__WORK ITEM__. Nothing in the entries may change when they are transcribed.

Dataset entries:
☆ ☆ ☆ ☆ ☆
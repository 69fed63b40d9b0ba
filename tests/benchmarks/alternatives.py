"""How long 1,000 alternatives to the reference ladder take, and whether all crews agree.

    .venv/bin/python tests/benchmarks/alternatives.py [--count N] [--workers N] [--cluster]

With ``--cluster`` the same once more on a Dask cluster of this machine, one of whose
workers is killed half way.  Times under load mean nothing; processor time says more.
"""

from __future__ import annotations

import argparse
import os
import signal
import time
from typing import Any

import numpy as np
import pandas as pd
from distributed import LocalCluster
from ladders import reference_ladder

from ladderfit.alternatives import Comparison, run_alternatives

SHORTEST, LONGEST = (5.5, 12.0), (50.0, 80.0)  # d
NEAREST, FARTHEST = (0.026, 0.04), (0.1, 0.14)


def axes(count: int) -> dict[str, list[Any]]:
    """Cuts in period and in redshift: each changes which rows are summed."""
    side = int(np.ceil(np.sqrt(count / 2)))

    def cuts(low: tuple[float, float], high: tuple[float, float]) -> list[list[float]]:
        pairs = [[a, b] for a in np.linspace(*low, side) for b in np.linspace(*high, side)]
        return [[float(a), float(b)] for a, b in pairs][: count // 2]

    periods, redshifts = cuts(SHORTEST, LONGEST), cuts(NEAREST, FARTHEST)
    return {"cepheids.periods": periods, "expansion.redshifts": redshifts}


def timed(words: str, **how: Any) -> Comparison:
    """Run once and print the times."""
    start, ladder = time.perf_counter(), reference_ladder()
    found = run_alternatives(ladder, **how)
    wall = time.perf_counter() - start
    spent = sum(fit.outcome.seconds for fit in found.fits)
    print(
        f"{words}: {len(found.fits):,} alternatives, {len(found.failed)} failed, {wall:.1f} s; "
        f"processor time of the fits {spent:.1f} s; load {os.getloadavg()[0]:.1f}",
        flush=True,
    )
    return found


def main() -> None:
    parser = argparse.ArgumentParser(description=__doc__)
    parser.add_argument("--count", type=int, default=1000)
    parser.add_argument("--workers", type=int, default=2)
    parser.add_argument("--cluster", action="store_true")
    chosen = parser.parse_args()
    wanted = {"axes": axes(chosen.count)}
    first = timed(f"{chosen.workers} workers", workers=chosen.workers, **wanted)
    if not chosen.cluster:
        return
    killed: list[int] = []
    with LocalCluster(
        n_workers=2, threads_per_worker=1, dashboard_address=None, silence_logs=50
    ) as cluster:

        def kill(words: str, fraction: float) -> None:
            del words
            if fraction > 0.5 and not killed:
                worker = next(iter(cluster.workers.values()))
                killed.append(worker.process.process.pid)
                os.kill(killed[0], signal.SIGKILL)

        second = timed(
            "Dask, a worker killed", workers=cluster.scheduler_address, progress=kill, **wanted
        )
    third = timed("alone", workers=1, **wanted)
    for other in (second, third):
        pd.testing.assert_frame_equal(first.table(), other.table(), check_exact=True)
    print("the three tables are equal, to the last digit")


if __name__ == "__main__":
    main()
☆ ☆ ☆ ☆ ☆
__SOLUTION BELOW__.
repository 69fed63b40d9b0ba
filename tests/benchmarks/alternatives.py
"""How long 1,000 alternatives to the reference ladder take, and whether all crews agree.

    .venv/bin/python tests/benchmarks/alternatives.py [--count N] [--workers N] [--cluster]

With ``--cluster`` the same once more on a Dask cluster of this machine, one of whose
workers is killed half way.  Times under load mean nothing; processor time says more.
"""

from __future__ import annotations

import argparse
import os
import signal
import time
from typing import Any

import numpy as np
import pandas as pd
from distributed import LocalCluster
from ladders import reference_ladder

from ladderfit.alternatives import Comparison, run_alternatives

SHORTEST, LONGEST = (5.5, 12.0), (50.0, 80.0)  # d
NEAREST, FARTHEST = (0.026, 0.04), (0.1, 0.14)


def axes(count: int) -> dict[str, list[Any]]:
    """Cuts in period and in redshift: each changes which rows are summed."""
    side = int(np.ceil(np.sqrt(count / 2)))

    def cuts(low: tuple[float, float], high: tuple[float, float]) -> list[list[float]]:
        pairs = [[a, b] for a in np.linspace(*low, side) for b in np.linspace(*high, side)]
        return [[float(a), float(b)] for a, b in pairs][: count // 2]

    periods, redshifts = cuts(SHORTEST, LONGEST), cuts(NEAREST, FARTHEST)
    return {"cepheids.periods": periods, "expansion.redshifts": redshifts}


def timed(words: str, **how: Any) -> Comparison:
    """Run once and print the times."""
    start, ladder = time.perf_counter(), reference_ladder()
    found = run_alternatives(ladder, **how)
    wall = time.perf_counter() - start
    spent = sum(fit.outcome.seconds for fit in found.fits)
    print(
        f"{words}: {len(found.fits):,} alternatives, {len(found.failed)} failed, {wall:.1f} s; "
        f"processor time of the fits {spent:.1f} s; load {os.getloadavg()[0]:.1f}",
        flush=True,
    )
    return found


def main() -> None:
    parser = argparse.ArgumentParser(description=__doc__)
    parser.add_argument("--count", type=int, default=1000)
    parser.add_argument("--workers", type=int, default=2)
    parser.add_argument("--cluster", action="store_true")
    chosen = parser.parse_args()
    wanted = {"axes": axes(chosen.count)}
    first = timed(f"{chosen.workers} workers", workers=chosen.workers, **wanted)
    if not chosen.cluster:
        return
    killed: list[int] = []
    with LocalCluster(
        n_workers=2, threads_per_worker=1, dashboard_address=None, silence_logs=50
    ) as cluster:

        def kill(words: str, fraction: float) -> None:
            del words
            if fraction > 0.5 and not killed:
                worker = next(iter(cluster.workers.values()))
                killed.append(worker.process.process.pid)
                os.kill(killed[0], signal.SIGKILL)

        second = timed(
            "Dask, a worker killed", workers=cluster.scheduler_address, progress=kill, **wanted
        )
    third = timed("alone", workers=1, **wanted)
    for other in (second, third):
        pd.testing.assert_frame_equal(first.table(), other.table(), check_exact=True)
    print("the three tables are equal, to the last digit")


if __name__ == "__main__":
    main()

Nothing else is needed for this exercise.